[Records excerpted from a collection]

---------------

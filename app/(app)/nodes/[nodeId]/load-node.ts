import { notFound } from 'next/navigation';
import { cache } from 'react';
import { requireMember } from '@/lib/auth/guard';
import { loadNodeStatus } from '@/lib/db/queries/series';
import { ProblemError } from '@/lib/errors';

/**
 * The signed-in member and the node's status, once per request (React cache): the segment's
 * layout calls it before anything streams, so a missing node — or another organization's,
 * which looks the same — answers a real 404; the pages below reuse the same result.
 */
export const loadNodePage = cache(async (raw: string) => {
  const member = await requireMember('fleet:read');
  const nodeId = Number(raw);
  if (!Number.isSafeInteger(nodeId) || nodeId <= 0 || String(nodeId) !== raw) notFound();
  try {
    return { member, status: await loadNodeStatus({ orgId: member.orgId, nodeId }) };
  } catch (e) {
    if (e instanceof ProblemError && e.status === 404) notFound();
    throw e;
  }
});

---------------

> What is needed
Which lines in the data above hold the word "loadNodeStatus"? Return each of them.

> Your response
import { loadNodeStatus } from '@/lib/db/queries/series';
    return { member, status: await loadNodeStatus({ orgId: member.orgId, nodeId }) };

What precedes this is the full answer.